## RECORDS FOR THIS TASK

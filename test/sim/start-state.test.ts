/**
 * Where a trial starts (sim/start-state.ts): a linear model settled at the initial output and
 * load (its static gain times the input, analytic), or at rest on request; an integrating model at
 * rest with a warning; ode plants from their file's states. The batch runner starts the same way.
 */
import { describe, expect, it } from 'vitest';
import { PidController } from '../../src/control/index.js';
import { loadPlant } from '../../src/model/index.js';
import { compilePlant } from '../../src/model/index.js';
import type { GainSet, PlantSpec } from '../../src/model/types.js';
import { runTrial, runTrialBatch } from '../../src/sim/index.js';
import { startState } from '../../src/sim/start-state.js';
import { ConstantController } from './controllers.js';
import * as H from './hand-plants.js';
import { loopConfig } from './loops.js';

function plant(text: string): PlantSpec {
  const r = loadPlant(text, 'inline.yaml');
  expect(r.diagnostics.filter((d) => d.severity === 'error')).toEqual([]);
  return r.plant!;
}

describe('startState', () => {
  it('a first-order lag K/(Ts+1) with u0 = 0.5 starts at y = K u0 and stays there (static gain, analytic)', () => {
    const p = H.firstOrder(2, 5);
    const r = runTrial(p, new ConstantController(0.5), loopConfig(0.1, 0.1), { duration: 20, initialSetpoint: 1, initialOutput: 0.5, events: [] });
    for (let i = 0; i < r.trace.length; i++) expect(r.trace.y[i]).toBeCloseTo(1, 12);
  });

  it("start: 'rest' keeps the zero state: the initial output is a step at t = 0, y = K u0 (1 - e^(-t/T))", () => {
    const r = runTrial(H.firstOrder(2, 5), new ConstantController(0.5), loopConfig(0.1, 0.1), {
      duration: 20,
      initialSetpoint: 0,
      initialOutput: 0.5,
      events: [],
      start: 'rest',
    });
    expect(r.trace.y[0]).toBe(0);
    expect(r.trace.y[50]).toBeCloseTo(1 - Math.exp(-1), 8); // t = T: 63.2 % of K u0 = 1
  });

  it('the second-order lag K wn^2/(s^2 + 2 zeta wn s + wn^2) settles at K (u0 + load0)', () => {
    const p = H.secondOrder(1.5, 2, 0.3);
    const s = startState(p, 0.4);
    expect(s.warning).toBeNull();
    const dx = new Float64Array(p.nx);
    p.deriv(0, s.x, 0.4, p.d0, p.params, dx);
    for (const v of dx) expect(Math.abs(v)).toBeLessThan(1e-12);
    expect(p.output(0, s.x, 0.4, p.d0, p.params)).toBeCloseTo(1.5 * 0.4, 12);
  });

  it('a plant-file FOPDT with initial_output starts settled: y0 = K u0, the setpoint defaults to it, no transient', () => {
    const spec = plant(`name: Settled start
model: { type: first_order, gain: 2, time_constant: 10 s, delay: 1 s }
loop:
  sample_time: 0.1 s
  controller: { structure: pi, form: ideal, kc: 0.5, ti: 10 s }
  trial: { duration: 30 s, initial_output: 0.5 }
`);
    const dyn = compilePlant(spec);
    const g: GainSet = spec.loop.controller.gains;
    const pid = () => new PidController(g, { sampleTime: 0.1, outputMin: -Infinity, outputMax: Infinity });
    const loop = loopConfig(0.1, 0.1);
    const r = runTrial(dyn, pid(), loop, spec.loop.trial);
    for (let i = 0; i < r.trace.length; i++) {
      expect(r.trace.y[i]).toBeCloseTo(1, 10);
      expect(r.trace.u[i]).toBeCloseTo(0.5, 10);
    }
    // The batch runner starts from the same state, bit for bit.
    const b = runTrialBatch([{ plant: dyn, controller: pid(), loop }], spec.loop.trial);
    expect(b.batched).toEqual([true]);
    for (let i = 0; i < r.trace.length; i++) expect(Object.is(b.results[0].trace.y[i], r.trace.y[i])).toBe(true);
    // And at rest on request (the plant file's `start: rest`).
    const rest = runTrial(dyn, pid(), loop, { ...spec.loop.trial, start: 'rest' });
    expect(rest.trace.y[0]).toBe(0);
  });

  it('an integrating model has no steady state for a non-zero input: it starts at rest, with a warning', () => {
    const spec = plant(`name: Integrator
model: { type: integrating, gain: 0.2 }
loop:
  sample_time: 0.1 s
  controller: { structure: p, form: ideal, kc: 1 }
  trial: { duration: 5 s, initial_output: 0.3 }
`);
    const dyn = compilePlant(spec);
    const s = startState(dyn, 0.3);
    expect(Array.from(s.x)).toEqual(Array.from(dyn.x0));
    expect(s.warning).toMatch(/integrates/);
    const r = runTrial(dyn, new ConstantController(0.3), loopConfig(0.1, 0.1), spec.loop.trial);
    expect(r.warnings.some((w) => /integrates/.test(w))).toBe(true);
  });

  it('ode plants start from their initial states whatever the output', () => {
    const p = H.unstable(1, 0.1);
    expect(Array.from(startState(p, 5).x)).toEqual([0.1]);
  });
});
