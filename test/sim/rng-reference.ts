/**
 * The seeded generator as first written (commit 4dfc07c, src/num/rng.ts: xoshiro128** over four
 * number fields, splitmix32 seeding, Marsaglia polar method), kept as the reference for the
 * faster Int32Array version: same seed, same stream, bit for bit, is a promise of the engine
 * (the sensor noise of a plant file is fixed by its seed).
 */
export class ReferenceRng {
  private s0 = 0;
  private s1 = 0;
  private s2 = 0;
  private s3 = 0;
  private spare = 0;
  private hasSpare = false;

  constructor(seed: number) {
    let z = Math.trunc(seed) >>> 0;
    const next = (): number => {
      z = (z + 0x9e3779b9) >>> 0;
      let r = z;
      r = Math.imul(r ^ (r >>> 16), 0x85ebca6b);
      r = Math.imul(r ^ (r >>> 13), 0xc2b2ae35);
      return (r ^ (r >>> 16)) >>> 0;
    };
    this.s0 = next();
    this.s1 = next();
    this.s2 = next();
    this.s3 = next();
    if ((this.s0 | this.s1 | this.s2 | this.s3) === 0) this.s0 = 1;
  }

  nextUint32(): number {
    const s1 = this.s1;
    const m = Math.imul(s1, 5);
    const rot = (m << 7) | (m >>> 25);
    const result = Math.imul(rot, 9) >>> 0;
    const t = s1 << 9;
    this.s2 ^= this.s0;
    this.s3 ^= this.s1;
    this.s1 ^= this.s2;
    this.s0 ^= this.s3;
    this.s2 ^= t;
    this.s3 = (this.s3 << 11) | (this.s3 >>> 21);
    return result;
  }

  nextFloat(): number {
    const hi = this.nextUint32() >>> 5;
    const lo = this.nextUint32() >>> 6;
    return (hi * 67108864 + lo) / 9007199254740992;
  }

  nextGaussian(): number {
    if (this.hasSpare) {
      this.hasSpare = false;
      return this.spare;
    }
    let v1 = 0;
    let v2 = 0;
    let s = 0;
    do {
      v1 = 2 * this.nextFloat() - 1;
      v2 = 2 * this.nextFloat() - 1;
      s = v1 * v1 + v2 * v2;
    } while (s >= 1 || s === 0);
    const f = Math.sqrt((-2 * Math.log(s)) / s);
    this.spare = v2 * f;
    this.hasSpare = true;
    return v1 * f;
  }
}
---
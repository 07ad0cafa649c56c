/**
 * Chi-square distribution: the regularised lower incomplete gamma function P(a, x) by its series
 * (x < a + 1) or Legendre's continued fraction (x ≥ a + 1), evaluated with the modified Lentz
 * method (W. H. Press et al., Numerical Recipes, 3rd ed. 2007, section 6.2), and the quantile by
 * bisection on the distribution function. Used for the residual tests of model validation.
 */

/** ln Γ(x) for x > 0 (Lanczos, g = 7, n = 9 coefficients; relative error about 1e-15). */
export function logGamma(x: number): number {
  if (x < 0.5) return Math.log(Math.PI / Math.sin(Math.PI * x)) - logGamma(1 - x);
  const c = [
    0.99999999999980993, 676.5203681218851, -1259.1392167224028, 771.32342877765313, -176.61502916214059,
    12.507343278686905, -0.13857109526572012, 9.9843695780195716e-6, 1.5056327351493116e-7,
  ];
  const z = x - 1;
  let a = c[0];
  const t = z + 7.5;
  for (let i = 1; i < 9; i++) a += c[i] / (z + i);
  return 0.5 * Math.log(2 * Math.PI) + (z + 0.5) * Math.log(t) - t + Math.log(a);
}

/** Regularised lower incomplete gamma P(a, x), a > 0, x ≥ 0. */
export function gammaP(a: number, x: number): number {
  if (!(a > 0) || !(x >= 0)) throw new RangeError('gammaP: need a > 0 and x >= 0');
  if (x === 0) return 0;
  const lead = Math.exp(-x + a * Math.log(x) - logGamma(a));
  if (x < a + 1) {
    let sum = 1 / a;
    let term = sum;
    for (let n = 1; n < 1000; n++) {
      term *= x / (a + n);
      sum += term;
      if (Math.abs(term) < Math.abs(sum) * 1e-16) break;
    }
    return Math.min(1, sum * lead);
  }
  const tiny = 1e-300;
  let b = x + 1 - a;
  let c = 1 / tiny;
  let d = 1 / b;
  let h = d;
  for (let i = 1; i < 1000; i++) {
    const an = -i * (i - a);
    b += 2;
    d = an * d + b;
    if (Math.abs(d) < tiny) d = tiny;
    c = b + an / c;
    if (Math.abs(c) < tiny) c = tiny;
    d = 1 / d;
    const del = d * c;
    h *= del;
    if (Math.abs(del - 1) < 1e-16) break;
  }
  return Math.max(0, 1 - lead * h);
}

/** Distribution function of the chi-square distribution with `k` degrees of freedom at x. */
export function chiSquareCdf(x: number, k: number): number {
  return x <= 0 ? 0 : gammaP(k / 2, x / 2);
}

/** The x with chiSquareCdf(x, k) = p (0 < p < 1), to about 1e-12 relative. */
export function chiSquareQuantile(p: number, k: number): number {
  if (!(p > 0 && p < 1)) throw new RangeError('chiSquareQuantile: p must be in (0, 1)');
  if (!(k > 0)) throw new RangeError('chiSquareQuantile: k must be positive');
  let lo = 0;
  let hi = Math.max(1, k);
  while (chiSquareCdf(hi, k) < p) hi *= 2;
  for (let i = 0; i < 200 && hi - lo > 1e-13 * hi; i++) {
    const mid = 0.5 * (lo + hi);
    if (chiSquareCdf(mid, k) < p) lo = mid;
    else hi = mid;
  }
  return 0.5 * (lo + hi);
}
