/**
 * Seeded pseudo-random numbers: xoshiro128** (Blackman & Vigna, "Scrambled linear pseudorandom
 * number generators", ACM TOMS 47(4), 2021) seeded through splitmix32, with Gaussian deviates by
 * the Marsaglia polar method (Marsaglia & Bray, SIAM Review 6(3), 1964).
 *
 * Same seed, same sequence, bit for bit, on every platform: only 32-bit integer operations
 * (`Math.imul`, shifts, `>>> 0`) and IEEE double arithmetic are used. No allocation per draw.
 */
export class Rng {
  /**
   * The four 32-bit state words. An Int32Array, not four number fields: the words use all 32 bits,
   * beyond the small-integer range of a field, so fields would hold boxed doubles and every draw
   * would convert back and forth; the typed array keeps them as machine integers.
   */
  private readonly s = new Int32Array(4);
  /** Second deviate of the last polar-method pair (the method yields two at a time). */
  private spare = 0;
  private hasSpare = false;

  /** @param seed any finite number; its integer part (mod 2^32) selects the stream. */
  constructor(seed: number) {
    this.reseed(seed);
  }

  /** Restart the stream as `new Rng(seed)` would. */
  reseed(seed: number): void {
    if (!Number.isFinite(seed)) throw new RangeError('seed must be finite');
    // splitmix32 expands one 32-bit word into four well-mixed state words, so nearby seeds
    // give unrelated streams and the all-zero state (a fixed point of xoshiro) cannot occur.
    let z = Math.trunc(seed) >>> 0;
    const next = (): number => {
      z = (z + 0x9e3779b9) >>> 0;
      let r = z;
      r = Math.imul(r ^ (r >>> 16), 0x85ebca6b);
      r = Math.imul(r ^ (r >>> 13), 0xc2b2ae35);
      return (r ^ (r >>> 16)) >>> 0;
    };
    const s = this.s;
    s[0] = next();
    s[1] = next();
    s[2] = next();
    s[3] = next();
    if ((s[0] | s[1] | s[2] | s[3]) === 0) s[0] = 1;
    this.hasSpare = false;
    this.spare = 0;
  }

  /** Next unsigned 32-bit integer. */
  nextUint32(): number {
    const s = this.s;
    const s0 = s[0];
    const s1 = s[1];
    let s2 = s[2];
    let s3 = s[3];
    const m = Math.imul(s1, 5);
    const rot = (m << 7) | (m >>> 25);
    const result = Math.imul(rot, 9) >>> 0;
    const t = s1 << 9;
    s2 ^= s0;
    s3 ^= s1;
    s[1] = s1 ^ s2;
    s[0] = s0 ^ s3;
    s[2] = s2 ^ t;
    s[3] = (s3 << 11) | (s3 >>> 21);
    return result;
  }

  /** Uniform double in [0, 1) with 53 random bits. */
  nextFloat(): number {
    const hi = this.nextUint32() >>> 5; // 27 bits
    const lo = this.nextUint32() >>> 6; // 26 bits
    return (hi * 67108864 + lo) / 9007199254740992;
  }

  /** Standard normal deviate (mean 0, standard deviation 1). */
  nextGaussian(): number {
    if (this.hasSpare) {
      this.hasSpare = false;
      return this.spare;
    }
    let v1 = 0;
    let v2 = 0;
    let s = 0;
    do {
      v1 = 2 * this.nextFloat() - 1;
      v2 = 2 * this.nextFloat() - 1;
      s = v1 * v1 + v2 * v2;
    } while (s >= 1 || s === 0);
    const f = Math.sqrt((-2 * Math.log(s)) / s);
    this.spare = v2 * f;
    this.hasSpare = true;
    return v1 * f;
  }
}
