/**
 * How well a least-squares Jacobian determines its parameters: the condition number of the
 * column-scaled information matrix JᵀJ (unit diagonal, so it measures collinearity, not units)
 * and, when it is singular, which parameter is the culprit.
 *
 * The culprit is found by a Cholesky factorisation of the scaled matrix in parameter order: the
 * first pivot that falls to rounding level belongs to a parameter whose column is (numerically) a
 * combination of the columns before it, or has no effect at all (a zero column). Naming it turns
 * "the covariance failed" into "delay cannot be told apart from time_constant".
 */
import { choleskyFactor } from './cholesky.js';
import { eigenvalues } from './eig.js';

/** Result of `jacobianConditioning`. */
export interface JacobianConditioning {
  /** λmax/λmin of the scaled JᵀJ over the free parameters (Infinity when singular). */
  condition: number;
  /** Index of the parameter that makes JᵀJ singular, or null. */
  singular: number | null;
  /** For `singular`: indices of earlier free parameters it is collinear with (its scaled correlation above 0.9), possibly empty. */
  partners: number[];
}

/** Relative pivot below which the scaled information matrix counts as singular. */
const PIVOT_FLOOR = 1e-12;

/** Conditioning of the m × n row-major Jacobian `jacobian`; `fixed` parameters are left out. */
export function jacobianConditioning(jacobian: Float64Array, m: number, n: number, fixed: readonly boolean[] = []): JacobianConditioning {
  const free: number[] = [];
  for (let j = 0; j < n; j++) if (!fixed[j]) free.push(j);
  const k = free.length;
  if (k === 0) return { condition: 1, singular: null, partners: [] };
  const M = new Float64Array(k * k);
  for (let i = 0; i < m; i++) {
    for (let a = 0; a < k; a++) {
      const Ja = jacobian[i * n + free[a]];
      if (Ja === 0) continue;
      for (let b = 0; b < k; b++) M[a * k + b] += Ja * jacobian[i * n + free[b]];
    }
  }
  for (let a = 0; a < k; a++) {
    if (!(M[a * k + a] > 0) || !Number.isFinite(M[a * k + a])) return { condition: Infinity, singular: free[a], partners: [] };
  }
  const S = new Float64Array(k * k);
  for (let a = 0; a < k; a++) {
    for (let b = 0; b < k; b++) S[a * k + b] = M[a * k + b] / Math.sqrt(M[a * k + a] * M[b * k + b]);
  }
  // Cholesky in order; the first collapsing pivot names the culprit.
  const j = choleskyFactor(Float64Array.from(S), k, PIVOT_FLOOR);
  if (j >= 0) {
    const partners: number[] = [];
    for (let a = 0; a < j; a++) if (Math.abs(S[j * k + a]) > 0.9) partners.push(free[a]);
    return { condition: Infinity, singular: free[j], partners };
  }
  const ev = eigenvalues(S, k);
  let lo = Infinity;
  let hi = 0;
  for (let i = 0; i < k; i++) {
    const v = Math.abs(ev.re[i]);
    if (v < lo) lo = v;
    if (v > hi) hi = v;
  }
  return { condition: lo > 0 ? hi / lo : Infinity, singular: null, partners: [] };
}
---
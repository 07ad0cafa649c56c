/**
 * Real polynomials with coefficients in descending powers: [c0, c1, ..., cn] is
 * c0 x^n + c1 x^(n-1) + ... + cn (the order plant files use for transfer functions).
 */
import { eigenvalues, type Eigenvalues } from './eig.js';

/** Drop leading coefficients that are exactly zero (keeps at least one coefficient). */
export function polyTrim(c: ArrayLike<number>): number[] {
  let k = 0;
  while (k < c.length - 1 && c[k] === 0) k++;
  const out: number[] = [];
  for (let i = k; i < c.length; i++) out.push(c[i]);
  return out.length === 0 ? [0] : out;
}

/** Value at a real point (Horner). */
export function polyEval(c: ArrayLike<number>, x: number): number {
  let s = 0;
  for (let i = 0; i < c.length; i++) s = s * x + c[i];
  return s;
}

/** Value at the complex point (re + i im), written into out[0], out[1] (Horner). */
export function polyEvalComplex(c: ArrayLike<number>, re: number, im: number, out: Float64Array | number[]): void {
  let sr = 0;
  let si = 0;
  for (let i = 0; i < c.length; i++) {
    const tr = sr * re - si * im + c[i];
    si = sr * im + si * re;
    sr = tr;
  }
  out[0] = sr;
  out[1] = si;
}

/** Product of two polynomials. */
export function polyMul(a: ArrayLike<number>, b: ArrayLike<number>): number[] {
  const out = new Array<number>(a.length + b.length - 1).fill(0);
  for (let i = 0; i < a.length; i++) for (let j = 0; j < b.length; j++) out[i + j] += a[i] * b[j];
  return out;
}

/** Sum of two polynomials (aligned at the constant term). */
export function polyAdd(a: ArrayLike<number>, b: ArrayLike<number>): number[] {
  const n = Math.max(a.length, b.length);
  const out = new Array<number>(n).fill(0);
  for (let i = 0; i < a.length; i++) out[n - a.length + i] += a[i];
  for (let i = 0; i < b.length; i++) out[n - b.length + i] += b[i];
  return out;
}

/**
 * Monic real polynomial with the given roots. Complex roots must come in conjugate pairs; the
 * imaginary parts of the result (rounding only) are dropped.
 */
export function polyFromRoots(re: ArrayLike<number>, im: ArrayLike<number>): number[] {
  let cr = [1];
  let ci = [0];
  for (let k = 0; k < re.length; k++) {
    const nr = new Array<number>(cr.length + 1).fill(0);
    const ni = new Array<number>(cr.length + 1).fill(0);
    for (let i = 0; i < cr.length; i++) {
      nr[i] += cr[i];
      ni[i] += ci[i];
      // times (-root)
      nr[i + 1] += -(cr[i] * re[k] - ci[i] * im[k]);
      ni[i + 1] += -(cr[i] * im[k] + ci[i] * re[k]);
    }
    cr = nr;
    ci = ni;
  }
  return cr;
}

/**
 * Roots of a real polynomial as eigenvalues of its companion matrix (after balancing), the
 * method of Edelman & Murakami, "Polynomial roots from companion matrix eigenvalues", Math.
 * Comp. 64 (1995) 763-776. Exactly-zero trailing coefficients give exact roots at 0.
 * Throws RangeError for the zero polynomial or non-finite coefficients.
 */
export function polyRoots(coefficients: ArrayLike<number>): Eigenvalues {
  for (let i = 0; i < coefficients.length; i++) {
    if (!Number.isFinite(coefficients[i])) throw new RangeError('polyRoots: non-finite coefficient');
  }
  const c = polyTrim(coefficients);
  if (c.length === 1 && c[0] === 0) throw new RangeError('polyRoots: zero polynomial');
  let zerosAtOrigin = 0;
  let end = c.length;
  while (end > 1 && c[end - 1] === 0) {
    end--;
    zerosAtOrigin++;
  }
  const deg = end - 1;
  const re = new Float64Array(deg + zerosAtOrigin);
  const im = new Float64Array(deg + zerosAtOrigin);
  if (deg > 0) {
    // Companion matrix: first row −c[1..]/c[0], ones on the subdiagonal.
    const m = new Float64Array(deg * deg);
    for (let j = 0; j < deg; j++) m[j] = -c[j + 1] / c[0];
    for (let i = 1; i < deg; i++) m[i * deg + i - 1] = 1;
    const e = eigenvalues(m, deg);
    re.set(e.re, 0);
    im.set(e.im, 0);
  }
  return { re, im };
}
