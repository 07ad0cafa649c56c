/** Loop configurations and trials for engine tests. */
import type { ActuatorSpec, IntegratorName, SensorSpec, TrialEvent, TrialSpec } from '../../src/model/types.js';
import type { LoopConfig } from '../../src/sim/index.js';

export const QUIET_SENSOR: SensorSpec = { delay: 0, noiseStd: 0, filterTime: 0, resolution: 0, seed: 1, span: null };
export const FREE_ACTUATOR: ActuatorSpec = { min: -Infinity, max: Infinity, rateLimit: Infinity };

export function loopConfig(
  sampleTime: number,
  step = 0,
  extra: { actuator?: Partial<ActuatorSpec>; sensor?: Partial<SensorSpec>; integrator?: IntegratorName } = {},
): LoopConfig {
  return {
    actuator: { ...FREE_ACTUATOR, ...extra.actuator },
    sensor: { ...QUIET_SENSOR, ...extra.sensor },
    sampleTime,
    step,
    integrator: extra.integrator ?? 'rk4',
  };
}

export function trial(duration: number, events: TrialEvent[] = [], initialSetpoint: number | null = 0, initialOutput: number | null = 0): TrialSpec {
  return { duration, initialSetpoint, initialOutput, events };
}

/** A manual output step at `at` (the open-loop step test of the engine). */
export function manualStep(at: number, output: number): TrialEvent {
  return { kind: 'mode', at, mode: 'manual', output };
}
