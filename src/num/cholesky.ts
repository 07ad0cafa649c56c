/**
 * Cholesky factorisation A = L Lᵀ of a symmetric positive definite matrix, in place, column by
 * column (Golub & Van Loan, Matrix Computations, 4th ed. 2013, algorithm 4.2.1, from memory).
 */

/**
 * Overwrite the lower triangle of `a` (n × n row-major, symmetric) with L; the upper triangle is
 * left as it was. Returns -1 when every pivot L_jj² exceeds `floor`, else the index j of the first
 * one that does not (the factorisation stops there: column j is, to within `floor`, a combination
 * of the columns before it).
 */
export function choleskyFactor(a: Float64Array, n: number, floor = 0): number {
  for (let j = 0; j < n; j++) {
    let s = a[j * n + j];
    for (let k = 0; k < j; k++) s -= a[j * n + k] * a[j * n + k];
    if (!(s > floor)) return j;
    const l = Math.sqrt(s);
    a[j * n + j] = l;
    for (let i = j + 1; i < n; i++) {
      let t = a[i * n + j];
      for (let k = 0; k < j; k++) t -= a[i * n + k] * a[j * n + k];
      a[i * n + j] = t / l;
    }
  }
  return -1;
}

## THE TASK
In the records above, each line with the string "would" should be copied.

## RESULT FOR THIS EXERCISE
   * beyond the small-integer range of a field, so fields would hold boxed doubles and every draw
   * would convert back and forth; the typed array keeps them as machine integers.
  /** Restart the stream as `new Rng(seed)` would. */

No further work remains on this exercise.